Saved data entries

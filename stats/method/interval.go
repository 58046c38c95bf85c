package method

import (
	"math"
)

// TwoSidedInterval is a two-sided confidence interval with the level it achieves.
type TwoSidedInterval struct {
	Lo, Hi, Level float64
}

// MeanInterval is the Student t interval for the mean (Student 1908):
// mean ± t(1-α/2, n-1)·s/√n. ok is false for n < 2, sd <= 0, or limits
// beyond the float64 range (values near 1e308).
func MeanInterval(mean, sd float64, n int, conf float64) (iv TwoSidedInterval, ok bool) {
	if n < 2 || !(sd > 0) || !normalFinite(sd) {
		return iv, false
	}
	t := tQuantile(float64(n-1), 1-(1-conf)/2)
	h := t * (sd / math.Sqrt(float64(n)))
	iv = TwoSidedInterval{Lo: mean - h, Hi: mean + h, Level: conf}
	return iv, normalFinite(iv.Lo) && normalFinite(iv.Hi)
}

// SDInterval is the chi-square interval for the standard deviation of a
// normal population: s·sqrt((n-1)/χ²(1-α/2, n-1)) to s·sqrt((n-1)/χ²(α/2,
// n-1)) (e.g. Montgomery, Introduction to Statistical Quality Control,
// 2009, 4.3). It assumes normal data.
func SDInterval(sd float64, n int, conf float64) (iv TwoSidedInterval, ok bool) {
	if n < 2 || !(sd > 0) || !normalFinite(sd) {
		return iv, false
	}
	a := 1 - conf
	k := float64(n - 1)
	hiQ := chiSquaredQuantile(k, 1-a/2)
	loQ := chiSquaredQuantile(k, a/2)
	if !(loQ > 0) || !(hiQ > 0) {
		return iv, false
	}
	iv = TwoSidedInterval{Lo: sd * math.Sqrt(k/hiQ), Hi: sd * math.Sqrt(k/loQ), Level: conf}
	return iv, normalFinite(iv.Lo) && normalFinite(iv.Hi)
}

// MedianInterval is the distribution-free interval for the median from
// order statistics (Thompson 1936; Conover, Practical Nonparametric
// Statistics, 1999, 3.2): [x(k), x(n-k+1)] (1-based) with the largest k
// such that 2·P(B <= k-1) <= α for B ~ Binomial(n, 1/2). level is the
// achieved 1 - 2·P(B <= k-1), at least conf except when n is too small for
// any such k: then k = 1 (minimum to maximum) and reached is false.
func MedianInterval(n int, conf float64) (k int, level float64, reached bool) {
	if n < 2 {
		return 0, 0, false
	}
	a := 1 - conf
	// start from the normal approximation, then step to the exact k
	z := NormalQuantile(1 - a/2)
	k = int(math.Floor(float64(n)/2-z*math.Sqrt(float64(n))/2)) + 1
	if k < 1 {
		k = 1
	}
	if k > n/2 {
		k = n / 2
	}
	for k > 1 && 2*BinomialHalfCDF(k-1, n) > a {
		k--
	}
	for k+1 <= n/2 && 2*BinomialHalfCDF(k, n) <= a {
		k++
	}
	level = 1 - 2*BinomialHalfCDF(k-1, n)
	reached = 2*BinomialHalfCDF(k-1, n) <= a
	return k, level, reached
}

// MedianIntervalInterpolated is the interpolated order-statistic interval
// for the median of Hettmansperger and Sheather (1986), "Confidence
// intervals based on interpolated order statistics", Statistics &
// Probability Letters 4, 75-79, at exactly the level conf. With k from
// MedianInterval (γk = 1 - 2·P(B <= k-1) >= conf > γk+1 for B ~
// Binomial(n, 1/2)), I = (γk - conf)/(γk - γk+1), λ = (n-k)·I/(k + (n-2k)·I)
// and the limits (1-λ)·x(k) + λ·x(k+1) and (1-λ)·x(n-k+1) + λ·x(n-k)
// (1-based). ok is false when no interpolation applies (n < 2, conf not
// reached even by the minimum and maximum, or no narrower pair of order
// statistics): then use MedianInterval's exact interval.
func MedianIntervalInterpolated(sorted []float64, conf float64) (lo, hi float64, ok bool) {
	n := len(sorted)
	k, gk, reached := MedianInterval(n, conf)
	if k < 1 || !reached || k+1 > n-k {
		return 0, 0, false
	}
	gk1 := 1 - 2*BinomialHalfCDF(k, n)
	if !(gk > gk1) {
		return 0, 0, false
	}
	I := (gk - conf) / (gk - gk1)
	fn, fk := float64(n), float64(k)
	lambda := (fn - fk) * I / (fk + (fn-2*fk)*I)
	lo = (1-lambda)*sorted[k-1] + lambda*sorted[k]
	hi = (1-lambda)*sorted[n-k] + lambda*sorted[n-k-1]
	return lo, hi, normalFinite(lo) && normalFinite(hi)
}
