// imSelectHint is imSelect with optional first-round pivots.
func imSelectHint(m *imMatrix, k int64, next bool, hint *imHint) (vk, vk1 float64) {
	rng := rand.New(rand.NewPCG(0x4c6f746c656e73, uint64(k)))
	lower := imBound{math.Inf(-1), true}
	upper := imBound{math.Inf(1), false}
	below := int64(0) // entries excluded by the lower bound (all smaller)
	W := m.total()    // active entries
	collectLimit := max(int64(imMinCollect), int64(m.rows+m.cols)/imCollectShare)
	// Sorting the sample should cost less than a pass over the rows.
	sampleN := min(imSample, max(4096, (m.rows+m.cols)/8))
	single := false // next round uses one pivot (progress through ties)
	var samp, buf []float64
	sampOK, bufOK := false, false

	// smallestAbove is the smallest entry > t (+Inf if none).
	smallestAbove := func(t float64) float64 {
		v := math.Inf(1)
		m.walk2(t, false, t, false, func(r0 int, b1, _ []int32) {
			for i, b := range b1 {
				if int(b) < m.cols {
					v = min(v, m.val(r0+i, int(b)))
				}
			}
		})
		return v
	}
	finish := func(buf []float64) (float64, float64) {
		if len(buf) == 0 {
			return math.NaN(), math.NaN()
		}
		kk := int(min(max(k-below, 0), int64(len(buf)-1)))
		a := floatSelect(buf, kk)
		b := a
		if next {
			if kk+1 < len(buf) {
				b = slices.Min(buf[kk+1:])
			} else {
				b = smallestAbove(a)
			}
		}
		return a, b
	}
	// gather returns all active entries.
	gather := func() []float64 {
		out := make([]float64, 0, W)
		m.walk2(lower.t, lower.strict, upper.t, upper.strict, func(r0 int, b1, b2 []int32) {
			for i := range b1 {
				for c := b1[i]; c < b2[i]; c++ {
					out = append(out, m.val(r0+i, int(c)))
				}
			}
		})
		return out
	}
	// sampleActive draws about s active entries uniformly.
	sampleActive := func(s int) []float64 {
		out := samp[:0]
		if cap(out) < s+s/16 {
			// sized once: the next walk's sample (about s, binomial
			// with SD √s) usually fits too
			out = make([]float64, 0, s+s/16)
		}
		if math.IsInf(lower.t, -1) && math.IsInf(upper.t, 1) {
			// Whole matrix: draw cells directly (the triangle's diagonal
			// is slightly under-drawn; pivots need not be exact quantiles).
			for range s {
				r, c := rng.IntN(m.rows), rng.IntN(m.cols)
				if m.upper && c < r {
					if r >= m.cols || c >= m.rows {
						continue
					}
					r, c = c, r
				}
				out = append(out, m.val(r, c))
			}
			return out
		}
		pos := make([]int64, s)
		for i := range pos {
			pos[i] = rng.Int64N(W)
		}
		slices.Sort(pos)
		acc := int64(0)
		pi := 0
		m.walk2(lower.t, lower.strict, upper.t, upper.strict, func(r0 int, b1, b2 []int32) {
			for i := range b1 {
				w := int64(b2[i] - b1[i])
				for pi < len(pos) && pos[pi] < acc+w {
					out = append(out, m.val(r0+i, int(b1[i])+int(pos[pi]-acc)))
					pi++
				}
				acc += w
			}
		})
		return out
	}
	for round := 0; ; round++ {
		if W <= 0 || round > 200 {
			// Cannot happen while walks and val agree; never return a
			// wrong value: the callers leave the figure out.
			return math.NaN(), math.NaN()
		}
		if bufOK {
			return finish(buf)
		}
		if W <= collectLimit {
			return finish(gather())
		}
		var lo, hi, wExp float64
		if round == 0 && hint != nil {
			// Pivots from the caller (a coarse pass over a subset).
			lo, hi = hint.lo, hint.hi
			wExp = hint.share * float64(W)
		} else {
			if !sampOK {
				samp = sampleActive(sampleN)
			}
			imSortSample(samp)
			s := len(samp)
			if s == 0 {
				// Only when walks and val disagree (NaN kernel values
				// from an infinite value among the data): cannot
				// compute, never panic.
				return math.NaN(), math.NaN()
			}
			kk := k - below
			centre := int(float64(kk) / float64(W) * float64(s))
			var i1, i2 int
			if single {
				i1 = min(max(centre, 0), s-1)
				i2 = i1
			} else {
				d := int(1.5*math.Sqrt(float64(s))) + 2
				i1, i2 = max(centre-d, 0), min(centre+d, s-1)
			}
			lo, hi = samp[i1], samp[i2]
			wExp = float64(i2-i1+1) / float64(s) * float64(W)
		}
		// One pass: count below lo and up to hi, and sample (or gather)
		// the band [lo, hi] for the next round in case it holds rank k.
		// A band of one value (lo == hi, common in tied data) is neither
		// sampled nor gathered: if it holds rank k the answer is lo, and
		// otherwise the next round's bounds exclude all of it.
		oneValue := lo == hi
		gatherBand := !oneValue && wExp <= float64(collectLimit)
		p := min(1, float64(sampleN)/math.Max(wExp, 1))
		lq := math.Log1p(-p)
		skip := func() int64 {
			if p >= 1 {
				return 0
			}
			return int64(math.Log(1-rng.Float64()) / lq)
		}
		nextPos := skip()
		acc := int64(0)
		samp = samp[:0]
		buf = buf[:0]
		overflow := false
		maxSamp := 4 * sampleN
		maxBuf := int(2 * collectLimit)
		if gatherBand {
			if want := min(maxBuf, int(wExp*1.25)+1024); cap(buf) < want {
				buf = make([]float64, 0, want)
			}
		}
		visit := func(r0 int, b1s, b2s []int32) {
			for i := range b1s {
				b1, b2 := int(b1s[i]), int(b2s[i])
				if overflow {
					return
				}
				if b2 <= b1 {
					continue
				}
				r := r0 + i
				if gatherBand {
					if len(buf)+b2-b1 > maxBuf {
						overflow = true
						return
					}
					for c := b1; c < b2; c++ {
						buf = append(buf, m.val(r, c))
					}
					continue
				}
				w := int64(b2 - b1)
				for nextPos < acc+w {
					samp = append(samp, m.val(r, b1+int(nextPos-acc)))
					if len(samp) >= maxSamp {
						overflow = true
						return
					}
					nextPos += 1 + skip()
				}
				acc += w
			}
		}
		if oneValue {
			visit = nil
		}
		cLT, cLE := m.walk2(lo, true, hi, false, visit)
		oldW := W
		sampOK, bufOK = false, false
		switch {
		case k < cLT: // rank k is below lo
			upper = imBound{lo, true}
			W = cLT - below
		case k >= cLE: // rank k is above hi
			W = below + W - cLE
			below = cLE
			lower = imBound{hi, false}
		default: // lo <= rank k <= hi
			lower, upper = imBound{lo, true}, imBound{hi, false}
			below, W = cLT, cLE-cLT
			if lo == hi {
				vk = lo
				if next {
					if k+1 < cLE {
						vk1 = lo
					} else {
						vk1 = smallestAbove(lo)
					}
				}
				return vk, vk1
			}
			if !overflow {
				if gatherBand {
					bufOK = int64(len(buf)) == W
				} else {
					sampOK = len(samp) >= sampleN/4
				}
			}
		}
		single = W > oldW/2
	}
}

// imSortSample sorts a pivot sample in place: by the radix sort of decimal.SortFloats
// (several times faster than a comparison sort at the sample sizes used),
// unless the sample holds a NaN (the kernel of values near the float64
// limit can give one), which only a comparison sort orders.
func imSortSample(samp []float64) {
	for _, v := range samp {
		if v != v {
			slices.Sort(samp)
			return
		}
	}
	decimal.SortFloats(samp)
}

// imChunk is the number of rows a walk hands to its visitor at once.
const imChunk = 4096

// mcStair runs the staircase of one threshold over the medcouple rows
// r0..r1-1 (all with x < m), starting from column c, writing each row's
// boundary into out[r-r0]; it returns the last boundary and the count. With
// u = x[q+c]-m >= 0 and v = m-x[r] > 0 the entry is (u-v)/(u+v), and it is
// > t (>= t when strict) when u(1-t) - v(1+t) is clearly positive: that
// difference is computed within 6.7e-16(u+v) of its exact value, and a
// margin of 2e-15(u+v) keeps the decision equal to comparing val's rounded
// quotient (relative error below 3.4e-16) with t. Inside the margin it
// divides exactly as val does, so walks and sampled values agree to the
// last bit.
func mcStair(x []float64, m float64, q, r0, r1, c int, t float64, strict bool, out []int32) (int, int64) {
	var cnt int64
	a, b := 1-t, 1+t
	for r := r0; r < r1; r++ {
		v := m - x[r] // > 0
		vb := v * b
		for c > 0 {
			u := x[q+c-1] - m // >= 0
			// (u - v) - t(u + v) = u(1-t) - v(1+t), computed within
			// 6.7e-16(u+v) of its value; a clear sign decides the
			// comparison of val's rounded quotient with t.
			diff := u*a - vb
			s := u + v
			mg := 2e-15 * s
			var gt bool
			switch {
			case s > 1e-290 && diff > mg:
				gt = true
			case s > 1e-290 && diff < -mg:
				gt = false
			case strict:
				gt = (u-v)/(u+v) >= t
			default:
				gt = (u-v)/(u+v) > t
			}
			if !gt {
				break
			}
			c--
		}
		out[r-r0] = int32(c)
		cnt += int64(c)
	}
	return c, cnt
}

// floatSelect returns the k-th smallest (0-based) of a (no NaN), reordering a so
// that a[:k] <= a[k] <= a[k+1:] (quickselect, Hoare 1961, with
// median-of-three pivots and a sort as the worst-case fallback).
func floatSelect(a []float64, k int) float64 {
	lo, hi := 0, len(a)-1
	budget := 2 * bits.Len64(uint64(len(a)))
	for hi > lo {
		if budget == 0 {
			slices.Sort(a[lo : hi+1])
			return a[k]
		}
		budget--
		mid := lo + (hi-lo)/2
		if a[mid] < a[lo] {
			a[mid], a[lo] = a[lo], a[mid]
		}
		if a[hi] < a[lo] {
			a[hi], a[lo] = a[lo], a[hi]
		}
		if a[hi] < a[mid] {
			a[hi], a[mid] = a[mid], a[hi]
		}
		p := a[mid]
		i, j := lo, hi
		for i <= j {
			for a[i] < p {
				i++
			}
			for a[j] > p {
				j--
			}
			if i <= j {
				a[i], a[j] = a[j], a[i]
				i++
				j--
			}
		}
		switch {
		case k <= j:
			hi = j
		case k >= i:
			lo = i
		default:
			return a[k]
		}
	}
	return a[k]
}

What this task involves: Your answer should be the lines above that contain the word "within", copied out.

Result for this exercise:
// difference is computed within 6.7e-16(u+v) of its exact value, and a
			// (u - v) - t(u + v) = u(1-t) - v(1+t), computed within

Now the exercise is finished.